While PILOT incentives have existed in the state since the 1960s, in 1992, the state legislature passed The Long Term Tax Exemption Law in reaction to a significant loss of manufacturing jobs around the state since 1979. Under the earlier Fox-Lance Law, the state had a strict formula for these tax breaks, allowing for an increased percentage of taxes per year until the project was paying full taxes at the end of the PILOT. The 1992 legislation allowed municipalities to offer longer-term incentives that would provide tax breaks to business for them to stay or relocate into a community.
Some properties, like those owned by the state, the county, a church or school, are not figured into the formula because they are tax-exempt. Jersey City has a great many tax-exempt buildings.
“This is a long-term strategy by Jersey City to take old railroad property and build ratables,” said Gallagher, of the waterfront construction.
Jersey City has argued that Secaucus should be using legislation, not litigation to change the way the county is funded. Gallagher suggested the towns now involved in the suit should lobby legislators to change the tax exemption law.
“This is a chance to try to get free money,” he said of Secaucus and other Hudson County towns.
The PILOT can fix taxes from 20 to 30 years, the last five years at 80 percent of the assessment. After the 20 or 30 years ends, it goes to 100 percent. The Tropicana building is on a 30-year abatement, according to Gallagher, while most commercial property is in the 15- to 20-year range. Another abated property, the Newport Office Center IV, will pay the city $1,531,000 per year, as compared with $3.1 million it would pay under conventional taxes. Under conventional taxes, the $3.1 million would have had to be divided among the city, school district and the county. Jersey City would only have received $1.3 million.
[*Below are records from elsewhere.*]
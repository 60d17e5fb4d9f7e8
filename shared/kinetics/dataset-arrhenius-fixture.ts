import type { DatasetOptions } from './dataset-analysis.ts';
import type { Series } from './types.ts';

/**
 * Data sets for the tests of the Arrhenius step (`dataset-arrhenius.test.ts`), all invented and
 * built from the Arrhenius law k = A·exp(−Ea/(R·T)) (IUPAC Gold Book, "Arrhenius equation",
 * doi 10.1351/goldbook.A00446; OpenStax Chemistry 2e §12.5), so that the true Ea and ln A are known.
 *
 * - `formationSeries`: a degradation product growing at a constant rate (zero-order formation,
 *   C = C0 + k_f·t, exact unless a scatter is asked for), two batches at each of 25, 30, 40 and
 *   50 °C, 0–12 months.
 * - `LOSS_CASES`: the data sets whose results must not move when a rising attribute gains an
 *   Arrhenius fit (stored before that change in `__snapshots__/dataset-arrhenius-before.json`):
 *   a first-order assay loss at four temperatures with a little alternating scatter, analysed
 *   with direction 'decreasing', with no direction, with 'either' (both limits) and with the
 *   order fixed at 2.
 */

/** R = N_A·k_B, J/(mol·K), exact since the 2019 SI (as `temperature/physical-constants.ts`). */
const GAS_CONSTANT = 8.31446261815324;

export const FORMATION_TEMPERATURES_C = [25, 30, 40, 50] as const;
/** Formation law of the invented degradant: Ea = 90 kJ/mol, k_f(25 °C) = 0.05 % per month. */
export const FORMATION_EA = 90e3;
export const FORMATION_LN_A = Math.log(0.05) + FORMATION_EA / (GAS_CONSTANT * 298.15);

/** k_f = A·exp(−Ea/(R·T)) in % per month at θ °C. */
export function formationRate(temperatureC: number, ea = FORMATION_EA, lnA = FORMATION_LN_A): number {
  return Math.exp(lnA - ea / (GAS_CONSTANT * (temperatureC + 273.15)));
}

/** The series; `scatter` adds ±scatter to the values by a fixed pattern (0: exact). */
export function formationSeries(scatter = 0, ea = FORMATION_EA, lnA = FORMATION_LN_A): Series[] {
  return FORMATION_TEMPERATURES_C.flatMap((temperatureC, t) =>
    ['DG-01', 'DG-02'].map((batch, index) => ({
      id: `${batch} @ ${temperatureC} °C`,
      batch,
      temperatureC,
      timeUnit: 'month',
      valueUnit: '%',
      observations: [0, 1, 2, 3, 6, 9, 12].map((time, step) => ({
        time,
        value:
          0.05 +
          0.01 * index +
          formationRate(temperatureC, ea, lnA) * time +
          scatter * [1, -1, 0, -1, 1, 0, 1][(step + 2 * t + index) % 7]!,
      })),
    })),
  );
}

/** First-order assay loss, Ea = 95 kJ/mol, k(25 °C) = 0.004 per month, ±0.05 % alternating. */
function lossSeries(): Series[] {
  return [25, 30, 40, 50].flatMap((temperatureC) =>
    ['AS-01', 'AS-02'].map((batch, index) => {
      const k = 0.004 * Math.exp((-95e3 / GAS_CONSTANT) * (1 / (temperatureC + 273.15) - 1 / 298.15));
      return {
        id: `${batch} @ ${temperatureC} °C`,
        batch,
        temperatureC,
        timeUnit: 'month',
        valueUnit: '% of label claim',
        observations: [0, 1, 2, 3, 6, 9, 12, 18, 24].map((time, step) => ({
          time,
          value: (100 + index * 0.3) * Math.exp(-k * time) + ((step + index) % 2 === 0 ? 0.05 : -0.05),
        })),
      };
    }),
  );
}

export const LOSS_CASES: { name: string; series: Series[]; options: DatasetOptions }[] = [
  {
    name: 'decreasing',
    series: lossSeries(),
    options: { direction: 'decreasing', lowerLimit: 95, storageTemperatureC: 25 },
  },
  { name: 'no direction', series: lossSeries(), options: { lowerLimit: 95, storageTemperatureC: 25 } },
  {
    name: 'either',
    series: lossSeries(),
    options: { direction: 'either', lowerLimit: 95, upperLimit: 105, storageTemperatureC: 25 },
  },
  {
    name: 'decreasing, second order fixed',
    series: lossSeries(),
    options: { direction: 'decreasing', lowerLimit: 95, storageTemperatureC: 30, order: 2 },
  },
];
Under Mayor Schundler, Jersey City has made agreements with companies that included “inflators.” These inflators, Secaucus contends, brought in payments over the legal limit.
But Babineau, who represents Jersey City, and the developers in the case, argued that under the state’s revised 1992 law, a municipality can determine its own annual service charge.
The tax exempt status of PILOT incentives, especially those designed to bring businesses to a particular community, has come under attack in various parts of the state as communities like Secaucus claim they are being forced to pay for benefits other municipalities receive. (Secaucus could give its own tax abatements, but they say the properties should give some of the money to the schools and county.)
Others join in
In early October, Secaucus invited representatives from each of the municipalities in Hudson County to a forum on the suit. “We were seeking to inform them of what our suit is all about,” Zipp said, noting that only Jersey City and West New York failed to send representatives.
Secaucus was asking that the other towns join the suit and share in the cost of fighting the legal battle for the current year, each was asked to give $10,000 towards the suit.
While Bayonne and North Bergen had already agreed to be involved with the lawsuit before the meeting, Hoboken also joined and Guttenberg has promised to join as well. Mayor Dennis Elwell said recently that Hoboken has contributed money for the cost of the suit.
According to figures issued by Zipp, Bayonne would see a refund of $2.3 million if the suits covering tax years 1998, 1999, and 2000 are successful. Secaucus and North Bergen would receive about $2 million each, Hoboken about $1.9 million with Kearny, Union City, West New York, Weehawken as well other Hudson County communities receiving refunds as well. It’s unclear what type of ruling would come down. Secaucus is pinning their hope that if they win, the properties would be returned to the tax rolls, and the owners would need to pay the difference in taxes owed for 1998-99. That money would then be divvied up between the county and the schools.
But Jersey City had said that that even if Secaucus wins, the county would not see any additional money in the future. Jersey City would likely amend the current formulas for the tax exemptions.